EXERCISE GOAL:
Please write each entry out again exactly as shown.

[Start of section]

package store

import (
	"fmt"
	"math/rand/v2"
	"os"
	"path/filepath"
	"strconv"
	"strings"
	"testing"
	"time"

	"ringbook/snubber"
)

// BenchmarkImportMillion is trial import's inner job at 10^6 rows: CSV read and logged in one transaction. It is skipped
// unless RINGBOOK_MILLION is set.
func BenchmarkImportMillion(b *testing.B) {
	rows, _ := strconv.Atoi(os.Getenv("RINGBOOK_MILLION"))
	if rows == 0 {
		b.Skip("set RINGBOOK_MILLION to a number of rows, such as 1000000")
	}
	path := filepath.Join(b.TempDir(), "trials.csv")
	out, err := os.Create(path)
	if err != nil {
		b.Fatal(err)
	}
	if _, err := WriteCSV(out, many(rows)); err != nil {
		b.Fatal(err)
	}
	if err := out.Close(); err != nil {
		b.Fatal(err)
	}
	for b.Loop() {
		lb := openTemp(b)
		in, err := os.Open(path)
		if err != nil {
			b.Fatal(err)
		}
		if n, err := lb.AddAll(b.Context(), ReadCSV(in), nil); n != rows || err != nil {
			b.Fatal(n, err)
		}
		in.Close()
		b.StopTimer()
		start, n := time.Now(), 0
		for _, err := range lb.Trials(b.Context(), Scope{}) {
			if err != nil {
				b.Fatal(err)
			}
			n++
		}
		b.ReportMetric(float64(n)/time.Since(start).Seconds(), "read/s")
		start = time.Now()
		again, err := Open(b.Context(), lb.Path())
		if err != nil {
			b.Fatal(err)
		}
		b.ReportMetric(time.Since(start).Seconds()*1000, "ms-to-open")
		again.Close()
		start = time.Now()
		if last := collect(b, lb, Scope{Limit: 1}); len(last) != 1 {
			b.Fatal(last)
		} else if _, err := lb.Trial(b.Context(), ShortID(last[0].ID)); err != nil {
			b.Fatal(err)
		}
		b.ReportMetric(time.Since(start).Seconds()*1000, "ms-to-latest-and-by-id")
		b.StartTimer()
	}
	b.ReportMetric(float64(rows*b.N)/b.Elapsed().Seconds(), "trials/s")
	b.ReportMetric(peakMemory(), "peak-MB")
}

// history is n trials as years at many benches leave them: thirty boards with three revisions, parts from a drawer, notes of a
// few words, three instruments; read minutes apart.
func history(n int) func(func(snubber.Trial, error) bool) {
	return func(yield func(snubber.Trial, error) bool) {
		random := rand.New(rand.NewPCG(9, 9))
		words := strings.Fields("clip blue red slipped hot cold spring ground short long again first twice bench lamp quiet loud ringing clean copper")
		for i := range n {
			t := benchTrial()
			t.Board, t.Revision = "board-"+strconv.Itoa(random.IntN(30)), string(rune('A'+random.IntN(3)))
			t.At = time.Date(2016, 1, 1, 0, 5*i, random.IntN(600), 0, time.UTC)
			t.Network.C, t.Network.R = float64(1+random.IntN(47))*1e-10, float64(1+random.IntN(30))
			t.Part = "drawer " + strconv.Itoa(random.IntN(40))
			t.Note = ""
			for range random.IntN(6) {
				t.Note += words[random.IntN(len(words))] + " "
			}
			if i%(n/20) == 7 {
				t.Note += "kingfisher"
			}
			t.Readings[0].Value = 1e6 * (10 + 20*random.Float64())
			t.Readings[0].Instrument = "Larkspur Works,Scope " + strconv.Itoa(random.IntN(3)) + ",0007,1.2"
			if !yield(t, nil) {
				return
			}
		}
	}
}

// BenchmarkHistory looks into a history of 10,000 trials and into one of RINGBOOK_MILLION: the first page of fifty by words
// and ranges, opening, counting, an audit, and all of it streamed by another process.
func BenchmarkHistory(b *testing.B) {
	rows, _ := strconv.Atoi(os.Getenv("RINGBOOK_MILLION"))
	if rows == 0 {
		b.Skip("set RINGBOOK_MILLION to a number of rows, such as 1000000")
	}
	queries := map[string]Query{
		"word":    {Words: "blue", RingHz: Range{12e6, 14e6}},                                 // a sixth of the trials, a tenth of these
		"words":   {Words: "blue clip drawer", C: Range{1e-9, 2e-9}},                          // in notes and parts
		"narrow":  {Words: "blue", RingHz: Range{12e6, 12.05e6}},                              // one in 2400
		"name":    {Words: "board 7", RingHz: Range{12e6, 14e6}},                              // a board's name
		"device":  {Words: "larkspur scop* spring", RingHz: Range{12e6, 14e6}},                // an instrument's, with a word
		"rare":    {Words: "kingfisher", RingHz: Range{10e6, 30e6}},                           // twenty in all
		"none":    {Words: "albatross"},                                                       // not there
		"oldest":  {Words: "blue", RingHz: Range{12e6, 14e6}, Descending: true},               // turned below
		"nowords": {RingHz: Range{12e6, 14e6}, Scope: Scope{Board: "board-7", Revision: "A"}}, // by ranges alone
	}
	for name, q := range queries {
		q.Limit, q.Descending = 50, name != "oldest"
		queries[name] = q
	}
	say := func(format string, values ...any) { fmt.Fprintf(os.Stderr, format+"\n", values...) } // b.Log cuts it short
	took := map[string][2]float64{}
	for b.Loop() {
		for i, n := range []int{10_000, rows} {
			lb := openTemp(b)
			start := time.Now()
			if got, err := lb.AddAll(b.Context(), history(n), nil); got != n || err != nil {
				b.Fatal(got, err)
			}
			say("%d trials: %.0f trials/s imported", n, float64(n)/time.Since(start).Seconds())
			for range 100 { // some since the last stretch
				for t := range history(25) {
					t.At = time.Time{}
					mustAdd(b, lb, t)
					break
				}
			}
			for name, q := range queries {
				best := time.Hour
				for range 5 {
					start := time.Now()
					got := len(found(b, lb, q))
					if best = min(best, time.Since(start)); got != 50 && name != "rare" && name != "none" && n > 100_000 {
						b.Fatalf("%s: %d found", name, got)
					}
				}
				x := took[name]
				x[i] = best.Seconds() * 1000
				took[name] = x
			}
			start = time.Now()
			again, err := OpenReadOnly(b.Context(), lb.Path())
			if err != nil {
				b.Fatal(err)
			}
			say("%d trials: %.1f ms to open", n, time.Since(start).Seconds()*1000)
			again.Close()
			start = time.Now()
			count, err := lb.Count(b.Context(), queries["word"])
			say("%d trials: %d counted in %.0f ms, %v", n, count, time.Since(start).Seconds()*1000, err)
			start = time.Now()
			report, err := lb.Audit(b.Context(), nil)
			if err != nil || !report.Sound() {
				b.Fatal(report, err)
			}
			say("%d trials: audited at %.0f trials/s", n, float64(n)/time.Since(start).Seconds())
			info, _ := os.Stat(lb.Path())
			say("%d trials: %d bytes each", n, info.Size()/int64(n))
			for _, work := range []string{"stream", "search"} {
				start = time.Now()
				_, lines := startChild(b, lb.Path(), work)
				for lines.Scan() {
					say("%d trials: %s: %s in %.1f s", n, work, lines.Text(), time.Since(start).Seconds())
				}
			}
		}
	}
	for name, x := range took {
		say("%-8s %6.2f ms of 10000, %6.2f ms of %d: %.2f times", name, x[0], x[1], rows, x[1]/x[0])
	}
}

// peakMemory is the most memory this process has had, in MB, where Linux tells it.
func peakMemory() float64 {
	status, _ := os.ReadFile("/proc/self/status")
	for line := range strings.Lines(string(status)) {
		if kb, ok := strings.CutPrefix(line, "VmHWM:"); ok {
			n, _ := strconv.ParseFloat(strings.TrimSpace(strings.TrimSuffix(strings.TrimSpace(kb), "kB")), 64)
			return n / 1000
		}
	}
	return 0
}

[End of section]

RESPONSE BELOW:
package store

import (
	"fmt"
	"math/rand/v2"
	"os"
	"path/filepath"
	"strconv"
	"strings"
	"testing"
	"time"

	"ringbook/snubber"
)

// BenchmarkImportMillion is trial import's inner job at 10^6 rows: CSV read and logged in one transaction. It is skipped
// unless RINGBOOK_MILLION is set.
func BenchmarkImportMillion(b *testing.B) {
	rows, _ := strconv.Atoi(os.Getenv("RINGBOOK_MILLION"))
	if rows == 0 {
		b.Skip("set RINGBOOK_MILLION to a number of rows, such as 1000000")
	}
	path := filepath.Join(b.TempDir(), "trials.csv")
	out, err := os.Create(path)
	if err != nil {
		b.Fatal(err)
	}
	if _, err := WriteCSV(out, many(rows)); err != nil {
		b.Fatal(err)
	}
	if err := out.Close(); err != nil {
		b.Fatal(err)
	}
	for b.Loop() {
		lb := openTemp(b)
		in, err := os.Open(path)
		if err != nil {
			b.Fatal(err)
		}
		if n, err := lb.AddAll(b.Context(), ReadCSV(in), nil); n != rows || err != nil {
			b.Fatal(n, err)
		}
		in.Close()
		b.StopTimer()
		start, n := time.Now(), 0
		for _, err := range lb.Trials(b.Context(), Scope{}) {
			if err != nil {
				b.Fatal(err)
			}
			n++
		}
		b.ReportMetric(float64(n)/time.Since(start).Seconds(), "read/s")
		start = time.Now()
		again, err := Open(b.Context(), lb.Path())
		if err != nil {
			b.Fatal(err)
		}
		b.ReportMetric(time.Since(start).Seconds()*1000, "ms-to-open")
		again.Close()
		start = time.Now()
		if last := collect(b, lb, Scope{Limit: 1}); len(last) != 1 {
			b.Fatal(last)
		} else if _, err := lb.Trial(b.Context(), ShortID(last[0].ID)); err != nil {
			b.Fatal(err)
		}
		b.ReportMetric(time.Since(start).Seconds()*1000, "ms-to-latest-and-by-id")
		b.StartTimer()
	}
	b.ReportMetric(float64(rows*b.N)/b.Elapsed().Seconds(), "trials/s")
	b.ReportMetric(peakMemory(), "peak-MB")
}

// history is n trials as years at many benches leave them: thirty boards with three revisions, parts from a drawer, notes of a
// few words, three instruments; read minutes apart.
func history(n int) func(func(snubber.Trial, error) bool) {
	return func(yield func(snubber.Trial, error) bool) {
		random := rand.New(rand.NewPCG(9, 9))
		words := strings.Fields("clip blue red slipped hot cold spring ground short long again first twice bench lamp quiet loud ringing clean copper")
		for i := range n {
			t := benchTrial()
			t.Board, t.Revision = "board-"+strconv.Itoa(random.IntN(30)), string(rune('A'+random.IntN(3)))
			t.At = time.Date(2016, 1, 1, 0, 5*i, random.IntN(600), 0, time.UTC)
			t.Network.C, t.Network.R = float64(1+random.IntN(47))*1e-10, float64(1+random.IntN(30))
			t.Part = "drawer " + strconv.Itoa(random.IntN(40))
			t.Note = ""
			for range random.IntN(6) {
				t.Note += words[random.IntN(len(words))] + " "
			}
			if i%(n/20) == 7 {
				t.Note += "kingfisher"
			}
			t.Readings[0].Value = 1e6 * (10 + 20*random.Float64())
			t.Readings[0].Instrument = "Larkspur Works,Scope " + strconv.Itoa(random.IntN(3)) + ",0007,1.2"
			if !yield(t, nil) {
				return
			}
		}
	}
}

// BenchmarkHistory looks into a history of 10,000 trials and into one of RINGBOOK_MILLION: the first page of fifty by words
// and ranges, opening, counting, an audit, and all of it streamed by another process.
func BenchmarkHistory(b *testing.B) {
	rows, _ := strconv.Atoi(os.Getenv("RINGBOOK_MILLION"))
	if rows == 0 {
		b.Skip("set RINGBOOK_MILLION to a number of rows, such as 1000000")
	}
	queries := map[string]Query{
		"word":    {Words: "blue", RingHz: Range{12e6, 14e6}},                                 // a sixth of the trials, a tenth of these
		"words":   {Words: "blue clip drawer", C: Range{1e-9, 2e-9}},                          // in notes and parts
		"narrow":  {Words: "blue", RingHz: Range{12e6, 12.05e6}},                              // one in 2400
		"name":    {Words: "board 7", RingHz: Range{12e6, 14e6}},                              // a board's name
		"device":  {Words: "larkspur scop* spring", RingHz: Range{12e6, 14e6}},                // an instrument's, with a word
		"rare":    {Words: "kingfisher", RingHz: Range{10e6, 30e6}},                           // twenty in all
		"none":    {Words: "albatross"},                                                       // not there
		"oldest":  {Words: "blue", RingHz: Range{12e6, 14e6}, Descending: true},               // turned below
		"nowords": {RingHz: Range{12e6, 14e6}, Scope: Scope{Board: "board-7", Revision: "A"}}, // by ranges alone
	}
	for name, q := range queries {
		q.Limit, q.Descending = 50, name != "oldest"
		queries[name] = q
	}
	say := func(format string, values ...any) { fmt.Fprintf(os.Stderr, format+"\n", values...) } // b.Log cuts it short
	took := map[string][2]float64{}
	for b.Loop() {
		for i, n := range []int{10_000, rows} {
			lb := openTemp(b)
			start := time.Now()
			if got, err := lb.AddAll(b.Context(), history(n), nil); got != n || err != nil {
				b.Fatal(got, err)
			}
			say("%d trials: %.0f trials/s imported", n, float64(n)/time.Since(start).Seconds())
			for range 100 { // some since the last stretch
				for t := range history(25) {
					t.At = time.Time{}
					mustAdd(b, lb, t)
					break
				}
			}
			for name, q := range queries {
				best := time.Hour
				for range 5 {
					start := time.Now()
					got := len(found(b, lb, q))
					if best = min(best, time.Since(start)); got != 50 && name != "rare" && name != "none" && n > 100_000 {
						b.Fatalf("%s: %d found", name, got)
					}
				}
				x := took[name]
				x[i] = best.Seconds() * 1000
				took[name] = x
			}
			start = time.Now()
			again, err := OpenReadOnly(b.Context(), lb.Path())
			if err != nil {
				b.Fatal(err)
			}
			say("%d trials: %.1f ms to open", n, time.Since(start).Seconds()*1000)
			again.Close()
			start = time.Now()
			count, err := lb.Count(b.Context(), queries["word"])
			say("%d trials: %d counted in %.0f ms, %v", n, count, time.Since(start).Seconds()*1000, err)
			start = time.Now()
			report, err := lb.Audit(b.Context(), nil)
			if err != nil || !report.Sound() {
				b.Fatal(report, err)
			}
			say("%d trials: audited at %.0f trials/s", n, float64(n)/time.Since(start).Seconds())
			info, _ := os.Stat(lb.Path())
			say("%d trials: %d bytes each", n, info.Size()/int64(n))
			for _, work := range []string{"stream", "search"} {
				start = time.Now()
				_, lines := startChild(b, lb.Path(), work)
				for lines.Scan() {
					say("%d trials: %s: %s in %.1f s", n, work, lines.Text(), time.Since(start).Seconds())
				}
			}
		}
	}
	for name, x := range took {
		say("%-8s %6.2f ms of 10000, %6.2f ms of %d: %.2f times", name, x[0], x[1], rows, x[1]/x[0])
	}
}

// peakMemory is the most memory this process has had, in MB, where Linux tells it.
func peakMemory() float64 {
	status, _ := os.ReadFile("/proc/self/status")
	for line := range strings.Lines(string(status)) {
		if kb, ok := strings.CutPrefix(line, "VmHWM:"); ok {
			n, _ := strconv.ParseFloat(strings.TrimSpace(strings.TrimSuffix(strings.TrimSpace(kb), "kB")), 64)
			return n / 1000
		}
	}
	return 0
}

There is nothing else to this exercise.